namespace AuditSvc.Core.Models;

/// <summary>One readable intermediate tensor of the model.</summary>
/// <param name="Name">The tensor's name in the graph (what --layers takes).</param>
/// <param name="OpType">The operator that produces it (Relu, Conv, GlobalAveragePool, Gemm ...).</param>
/// <param name="Channels">Units in the layer (C).</param>
/// <param name="Height">Spatial height (1 for rank-2 layers).</param>
/// <param name="Width">Spatial width (1 for rank-2 layers).</param>
/// <param name="Rank">4 for [N,C,H,W], 2 for [N,C].</param>
/// <param name="Field">Receptive field of one position; for rank-2 layers the whole input.</param>
/// <param name="IsDefault">Chosen when the user names no layers.</param>
public sealed record LayerInfo(
    string Name,
    string OpType,
    int Channels,
    int Height,
    int Width,
    int Rank,
    ReceptiveField Field,
    bool IsDefault);

/// <summary>How batches reach ONNX Runtime.</summary>
public enum BatchMode
{
    /// <summary>The batch dimension is symbolic (or was made so after a check): one run per batch.</summary>
    Batched,
    /// <summary>The batch dimension is fixed at 1 and could not be freed: concurrent batch-1 runs.</summary>
    ConcurrentSingle,
}

/// <summary>What the model intake learned about a model.</summary>
/// <param name="OutputName">The class-score output (logits, or probabilities when the graph ends in Softmax).</param>
/// <param name="Layers">Every candidate layer of the graph, in topological order.</param>
public sealed record ModelPlan(
    string ModelPath,
    string Sha256,
    string InputName,
    string OutputName,
    int ClassCount,
    InputRecipe Recipe,
    IReadOnlyList<LayerInfo> Layers,
    BatchMode Batch,
    bool OutputIsProbabilities)
{
    /// <summary>The layers the audit reads (the defaults unless overridden).</summary>
    public IReadOnlyList<LayerInfo> ReadLayers { get; init; } = [];

    public IReadOnlyList<string> ClassNames =>
        Recipe.ClassNames ?? Enumerable.Range(0, ClassCount).Select(i => i.ToString(System.Globalization.CultureInfo.InvariantCulture)).ToArray();
}
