using System.Net;
using System.Text.RegularExpressions;
using AuditSvc.Api.Tests.Hosting;
using AuditSvc.Data.Teams;

namespace AuditSvc.Api.Tests.Ui;

/// <summary>
/// What a browser does with the pages, done over HTTP: a cookie jar, no automatic redirects (so tests see them),
/// and the antiforgery field read from the form the page served.
/// </summary>
internal sealed partial class BrowserSession : IDisposable
{
    private readonly HttpClientHandler _handler;

    public BrowserSession(ServiceUnderTest svc)
    {
        _handler = new HttpClientHandler { CookieContainer = new CookieContainer(), AllowAutoRedirect = false, UseCookies = true };
        Client = new HttpClient(_handler) { BaseAddress = svc.Address };
        Address = svc.Address;
    }

    public HttpClient Client { get; }
    public Uri Address { get; }
    public CookieContainer Cookies => _handler.CookieContainer;

    public Cookie? Session => Cookies.GetCookies(Address).FirstOrDefault(c => c.Name == "auditsvc.session");

    /// <summary>A new key named <paramref name="name"/> for <paramref name="team"/> (created when new).</summary>
    public static async Task<(string Key, ApiKeyInfo Info)> KeyAsync(ServiceUnderTest svc, string team, string name)
    {
        var t = await new TeamStore(svc.Db.DataSource).EnsureAsync(team, CancellationToken.None);
        return await new ApiKeyStore(svc.Db.DataSource).CreateAsync(t.Id, name, CancellationToken.None);
    }

    public async Task<string> GetPageAsync(string path, HttpStatusCode expected = HttpStatusCode.OK)
    {
        using var response = await Client.GetAsync(path);
        var text = await response.Content.ReadAsStringAsync();
        Assert.True(response.StatusCode == expected, $"GET {path}: {(int)response.StatusCode}, expected {(int)expected}\n{text}");
        return text;
    }

    public static string TokenIn(string html)
    {
        var m = TokenField().Match(html);
        Assert.True(m.Success, "no antiforgery field in the page");
        return WebUtility.HtmlDecode(m.Groups[1].Value);
    }

    public Task<HttpResponseMessage> PostFormAsync(string path, params (string Name, string Value)[] fields) =>
        Client.PostAsync(path, new FormUrlEncodedContent(fields.Select(f => KeyValuePair.Create(f.Name, f.Value))));

    public async Task<HttpResponseMessage> LoginAsync(string key)
    {
        var token = TokenIn(await GetPageAsync("/ui/login"));
        return await PostFormAsync("/ui/login", ("__af", token), ("key", key), ("returnUrl", "/ui/audits"));
    }

    public void Dispose()
    {
        Client.Dispose();
        _handler.Dispose();
    }

    [GeneratedRegex("name=\"__af\" value=\"([^\"]+)\"")]
    private static partial Regex TokenField();
}
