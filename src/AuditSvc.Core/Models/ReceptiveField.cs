namespace AuditSvc.Core.Models;

/// <summary>
/// Receptive field along one axis, in input pixels: <see cref="Size"/> is how many input pixels one
/// position sees, <see cref="Jump"/> the input distance between neighbouring positions (effective
/// stride), <see cref="Offset"/> the input coordinate of the centre of position 0 (may be negative).
/// The centre of position i is Offset + Jump·i (Araujo, Norris &amp; Sim 2019).
/// </summary>
public readonly record struct RfAxis(double Size, double Jump, double Offset)
{
    public static readonly RfAxis Input = new(1, 1, 0);

    public double Center(int index) => Offset + Jump * index;
}

/// <summary>
/// Receptive field of a layer's positions along both image axes. <see cref="Global"/> marks a position that also
/// takes in the whole image through a side path (squeeze-excitation gates, attention, pooled context merged back):
/// its box is still where the position sits (the local path that carries it), but its true field is the whole image.
/// </summary>
public sealed record ReceptiveField(RfAxis Y, RfAxis X)
{
    public static readonly ReceptiveField Input = new(RfAxis.Input, RfAxis.Input);

    /// <summary>True when some path into this position has seen the whole image.</summary>
    public bool Global { get; init; }

    /// <summary>
    /// The input box seen by position (y, x), always inside an image of the given size: the centre is clamped into
    /// the image, and an axis whose field covers the input (or whose step is as large) gives the whole axis.
    /// </summary>
    public Box BoxAt(int y, int x, int inputHeight, int inputWidth)
    {
        var (top, height) = Span1(Y, y, inputHeight);
        var (left, width) = Span1(X, x, inputWidth);
        return new Box(left, top, width, height);
    }

    private static (int Start, int Length) Span1(RfAxis axis, int index, int extent)
    {
        if (extent < 1) return (0, 1);
        if (axis.Size >= extent || axis.Jump >= extent) return (0, extent);
        double c = Math.Clamp(axis.Center(index), 0, extent - 1);
        double h = (axis.Size - 1) / 2.0;
        int start = (int)Math.Clamp(Math.Floor(c - h), 0, extent - 1);
        int end = (int)Math.Clamp(Math.Ceiling(c + h), start, extent - 1);
        return (start, end - start + 1);
    }
}

/// <summary>An axis-aligned pixel box: left, top, width, height.</summary>
public readonly record struct Box(int X, int Y, int Width, int Height)
{
    public double CenterX => X + (Width - 1) / 2.0;
    public double CenterY => Y + (Height - 1) / 2.0;
}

------------------------------------------------

## Problem details:
From the lines above, copy those that contain the word "CookieContainer".

## Solved problem:
        _handler = new HttpClientHandler { CookieContainer = new CookieContainer(), AllowAutoRedirect = false, UseCookies = true };
    public CookieContainer Cookies => _handler.CookieContainer;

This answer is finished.